これは原作の短編を読んでいた人には割りと納得してもらえると思うのだけど、ブレたってどこが?そもそもテーマって何?という人のためにまずは原作である『あなたの人生の物語』のあらすじを簡単に説明しておく。
『あなたの人生の物語』あらすじ
言語学者のルイーズ・バンクス博士は政府の依頼により、地球に飛来した異星人・ヘプタポッドの言語を解読する任務に就く。彼らの用いる文字言語は非常に異質なもので、時制がなく、文章内に前後の区別がなく、書き始める時点で書き手は文の結末を必然的に知っていることになるという特徴を持っていた。
ヘプタポッドの言語の理解が進むにつれ、バンクス博士は人間とは全く違う方法で時空を認識しているヘプタポッドの特異な思考もまた理解し、受け入れていく。彼らにとって時間とは、空間を左右同時に見渡せるのと同様、過去と未来を同時に見渡せるものだったのだ。それを理解したとき、バンクス博士の世界に対する認識もまた変容する。認識とは思考に用いる言語によって規定されるからだ。バンクス博士は「現在と同時に未来を認識する」ことができるようになり、同時にその未来は変わることがないこと、自由意志と選択というのは人間の錯覚であって、世界は決定論的にできているということを理解する。

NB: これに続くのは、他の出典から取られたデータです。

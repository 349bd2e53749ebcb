import { expect, it } from 'vitest'
import { Timeline } from '../../src/passages/timeline.ts'
import { mark } from '../support/passage-marks.ts'

const at = (time: number, line = time) => mark({ report: { time, line }, judgement: {} })

function settledOf(times: readonly number[], maxGap: number): { during: number[]; after: number[] } {
  const timeline = new Timeline(maxGap)
  const during: number[] = []
  const after: number[] = []
  for (const time of times) timeline.add(at(time), ({ report }) => during.push(report.time))
  timeline.end(({ report }) => after.push(report.time))
  return { during, after }
}

it('hands reports on in the order of time, once none before them may come any more', () => {
  expect(settledOf([0, 10, 5, 100, 90, 250], 100)).toEqual({ during: [0, 5, 10, 90, 100], after: [250] })
})

it('holds back what is younger than the gap', () => {
  expect(settledOf([0, 50, 100], 100)).toEqual({ during: [], after: [0, 50, 100] })
})

it('keeps reports of one time in the order in which they came', () => {
  const timeline = new Timeline(10)
  const lines: number[] = []
  for (const line of [1, 2, 3]) timeline.add(at(5, line), () => undefined)
  timeline.end(({ report }) => lines.push(report.line))
  expect(lines).toEqual([1, 2, 3])
})

it('holds reports that are not judged too: one before them may come later', () => {
  const timeline = new Timeline(600)
  const times: number[] = []
  const settle = ({ report }: { report: { time: number } }) => times.push(report.time)
  timeline.add(mark({ report: { time: 60 } }), settle)
  timeline.add(at(0), settle)
  timeline.end(settle)
  expect(times).toEqual([0, 60])
})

物語は「あなた」に対するバンクス博士の語りかけで綴られる。「あなた」とはまだ生まれていない彼女の娘だ。彼女は既に知っている。「あなた」が生まれたときの喜び、「あなた」と過ごす日々の暖かさ、そして若くして死ぬことになる「あなた」との別れの悲しみ……。そして「あなた」に心の中で語りかけている今日、一人の男性が自分に話しかけてくること。彼こそが未来の夫であり、「あなた」の父親であること。やがて彼に「子供は欲しいかい?」と尋ねられ、自分が「もちろん」と答えることも……。
決定論的世界で前向きに生きる勇気
「何が簡単なあらすじだ!全部じゃねーか!」と思ったかもしれないが、そんなことは気にするな。俺だってここに書かれていることは全部知った上で見に行ったんだから対等だ。バンクス博士だって未来を知って受け入れた上で前向きに生きている。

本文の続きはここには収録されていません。